[Records supplied]
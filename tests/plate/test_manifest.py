"""Manifest validation: a good manifest reads; a broken one lists every problem by line and column."""

from __future__ import annotations

from pathlib import Path

import pytest

from nmrcheck.errors import ManifestError
from nmrcheck.plate import layout_named, read_manifest

DOCS = Path(__file__).resolve().parents[2] / "docs"


def test_example_manifest_in_the_docs_is_valid():
    m = read_manifest(DOCS / "example-manifest.csv")
    assert m.layout.name == "96"
    assert len(m.wells) >= 3
    first = m.wells[0]
    assert first.ms_features and first.ms_features[0][1] == "[M+H]+"


def test_fields_are_parsed(tmp_path):
    (tmp_path / "cands.csv").write_text("name,smiles,formula\nthymol,Cc1ccc(C(C)C)c(O)c1,\n,,C10H14O\n")
    (tmp_path / "m.csv").write_text(
        "# comment line\n"
        "well,spectrum,ms_feature,isotopes,rt_min,formulas,structures,candidates_file,solvent,notes\n"
        "a01,fids/{well}/1,151.1117 [M+H]+; 173.0937 [M+Na]+,\"100,11.2\",4.5,C10H14O,eugenol: COc1cc(CC=C)ccc1O,cands.csv,dmso,\"a, b\"\n"
    )
    w = read_manifest(tmp_path / "m.csv").wells[0]
    assert w.well == "A1" and w.line == 3
    assert w.ms_features == ((151.1117, "[M+H]+"), (173.0937, "[M+Na]+"))
    assert w.isotopes == (100.0, 11.2) and w.rt_min == 4.5
    assert w.formulas == ("C10H14O",)  # the file's duplicate formula is kept once
    assert ("eugenol", "COc1cc(CC=C)ccc1O") in w.structures and ("thymol", "Cc1ccc(C(C)C)c(O)c1") in w.structures
    assert w.solvent == "DMSO-d6"  # alias table nmrcheck/data/solvent_aliases.csv
    assert w.notes == "a, b"


def test_every_broken_row_is_reported(tmp_path):
    (tmp_path / "m.csv").write_text(
        "well,spectrum,ms_feature,isotopes,rt_min,formulas,structures,candidates_file,solvent\n"
        "A1,a,301.07 M+H,,,,,,\n"          # line 2: ion not in brackets
        "Z99,b,,,,,,,\n"                   # line 3: not a well
        "A3,,,,,,,,\n"                     # line 4: no spectrum
        "A4,d,,,soon,,,,\n"                # line 5: rt not a number
        "A5,e,,,,C10H14Xx,,,\n"            # line 6: unknown element
        "A6,f,,,,,C1CC(,,\n"               # line 7: unreadable SMILES
        "A7,g,,,,,,missing.csv,\n"         # line 8: candidates file absent
        "A8,h,,,,,,,heavy water?\n"        # line 9: unknown solvent
        "A1,i,,,,,,,\n"                    # line 10: duplicate well
        "A9,j,,100,,,,,\n"                 # line 11: isotopes without a feature (and only one value)
    )
    with pytest.raises(ManifestError) as info:
        read_manifest(tmp_path / "m.csv")
    problems = info.value.problems
    expected = [
        ("line 2,", "ms_feature"), ("line 3,", "well"), ("line 4,", "spectrum"), ("line 5,", "rt_min"),
        ("line 6,", "formulas"), ("line 7,", "structures"), ("line 8,", "candidates_file"),
        ("line 9,", "solvent"), ("line 10,", "well"), ("line 11,", "isotopes"),
    ]
    for line, column in expected:
        assert any(p.startswith(line) and f"'{column}'" in p for p in problems), (line, column, problems)
    assert "problem(s) in the manifest" in str(info.value)


def test_header_problems(tmp_path):
    (tmp_path / "m.csv").write_text("well,spectra\nA1,x\n")
    with pytest.raises(ManifestError) as info:
        read_manifest(tmp_path / "m.csv")
    assert any("'spectrum'" in p for p in info.value.problems)
    assert any("'spectra'" in p and "unknown column" in p for p in info.value.problems)


def test_empty_and_missing_manifest(tmp_path):
    (tmp_path / "m.csv").write_text("")
    with pytest.raises(ManifestError, match="empty"):
        read_manifest(tmp_path / "m.csv")
    with pytest.raises(ManifestError, match="does not exist"):
        read_manifest(tmp_path / "nope.csv")


def test_384_layout_is_inferred_and_96_enforced(tmp_path):
    (tmp_path / "m.csv").write_text("well,spectrum\nP24,x\nA1,y\n")
    m = read_manifest(tmp_path / "m.csv")
    assert m.layout.name == "384" and [w.well for w in m.wells] == ["A1", "P24"]
    with pytest.raises(ManifestError, match="outside the 96-well layout"):
        read_manifest(tmp_path / "m.csv", layout=96)
    # 8 x 12 and 16 x 24: the ANSI/SLAS microplate formats (common practice).
    assert len(layout_named(96).wells()) == 96 and len(layout_named("384").wells()) == 384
[/Records supplied]
◆ Your objective
The entries above are to be copied word for word.

◆ Answer below
filename tests/plate/test_manifest.py
"""Manifest validation: a good manifest reads; a broken one lists every problem by line and column."""

from __future__ import annotations

from pathlib import Path

import pytest

from nmrcheck.errors import ManifestError
from nmrcheck.plate import layout_named, read_manifest

DOCS = Path(__file__).resolve().parents[2] / "docs"


def test_example_manifest_in_the_docs_is_valid():
    m = read_manifest(DOCS / "example-manifest.csv")
    assert m.layout.name == "96"
    assert len(m.wells) >= 3
    first = m.wells[0]
    assert first.ms_features and first.ms_features[0][1] == "[M+H]+"


def test_fields_are_parsed(tmp_path):
    (tmp_path / "cands.csv").write_text("name,smiles,formula\nthymol,Cc1ccc(C(C)C)c(O)c1,\n,,C10H14O\n")
    (tmp_path / "m.csv").write_text(
        "# comment line\n"
        "well,spectrum,ms_feature,isotopes,rt_min,formulas,structures,candidates_file,solvent,notes\n"
        "a01,fids/{well}/1,151.1117 [M+H]+; 173.0937 [M+Na]+,\"100,11.2\",4.5,C10H14O,eugenol: COc1cc(CC=C)ccc1O,cands.csv,dmso,\"a, b\"\n"
    )
    w = read_manifest(tmp_path / "m.csv").wells[0]
    assert w.well == "A1" and w.line == 3
    assert w.ms_features == ((151.1117, "[M+H]+"), (173.0937, "[M+Na]+"))
    assert w.isotopes == (100.0, 11.2) and w.rt_min == 4.5
    assert w.formulas == ("C10H14O",)  # the file's duplicate formula is kept once
    assert ("eugenol", "COc1cc(CC=C)ccc1O") in w.structures and ("thymol", "Cc1ccc(C(C)C)c(O)c1") in w.structures
    assert w.solvent == "DMSO-d6"  # alias table nmrcheck/data/solvent_aliases.csv
    assert w.notes == "a, b"


def test_every_broken_row_is_reported(tmp_path):
    (tmp_path / "m.csv").write_text(
        "well,spectrum,ms_feature,isotopes,rt_min,formulas,structures,candidates_file,solvent\n"
        "A1,a,301.07 M+H,,,,,,\n"          # line 2: ion not in brackets
        "Z99,b,,,,,,,\n"                   # line 3: not a well
        "A3,,,,,,,,\n"                     # line 4: no spectrum
        "A4,d,,,soon,,,,\n"                # line 5: rt not a number
        "A5,e,,,,C10H14Xx,,,\n"            # line 6: unknown element
        "A6,f,,,,,C1CC(,,\n"               # line 7: unreadable SMILES
        "A7,g,,,,,,missing.csv,\n"         # line 8: candidates file absent
        "A8,h,,,,,,,heavy water?\n"        # line 9: unknown solvent
        "A1,i,,,,,,,\n"                    # line 10: duplicate well
        "A9,j,,100,,,,,\n"                 # line 11: isotopes without a feature (and only one value)
    )
    with pytest.raises(ManifestError) as info:
        read_manifest(tmp_path / "m.csv")
    problems = info.value.problems
    expected = [
        ("line 2,", "ms_feature"), ("line 3,", "well"), ("line 4,", "spectrum"), ("line 5,", "rt_min"),
        ("line 6,", "formulas"), ("line 7,", "structures"), ("line 8,", "candidates_file"),
        ("line 9,", "solvent"), ("line 10,", "well"), ("line 11,", "isotopes"),
    ]
    for line, column in expected:
        assert any(p.startswith(line) and f"'{column}'" in p for p in problems), (line, column, problems)
    assert "problem(s) in the manifest" in str(info.value)


def test_header_problems(tmp_path):
    (tmp_path / "m.csv").write_text("well,spectra\nA1,x\n")
    with pytest.raises(ManifestError) as info:
        read_manifest(tmp_path / "m.csv")
    assert any("'spectrum'" in p for p in info.value.problems)
    assert any("'spectra'" in p and "unknown column" in p for p in info.value.problems)


def test_empty_and_missing_manifest(tmp_path):
    (tmp_path / "m.csv").write_text("")
    with pytest.raises(ManifestError, match="empty"):
        read_manifest(tmp_path / "m.csv")
    with pytest.raises(ManifestError, match="does not exist"):
        read_manifest(tmp_path / "nope.csv")


def test_384_layout_is_inferred_and_96_enforced(tmp_path):
    (tmp_path / "m.csv").write_text("well,spectrum\nP24,x\nA1,y\n")
    m = read_manifest(tmp_path / "m.csv")
    assert m.layout.name == "384" and [w.well for w in m.wells] == ["A1", "P24"]
    with pytest.raises(ManifestError, match="outside the 96-well layout"):
        read_manifest(tmp_path / "m.csv", layout=96)
    # 8 x 12 and 16 x 24: the ANSI/SLAS microplate formats (common practice).
    assert len(layout_named(96).wells()) == 96 and len(layout_named("384").wells()) == 384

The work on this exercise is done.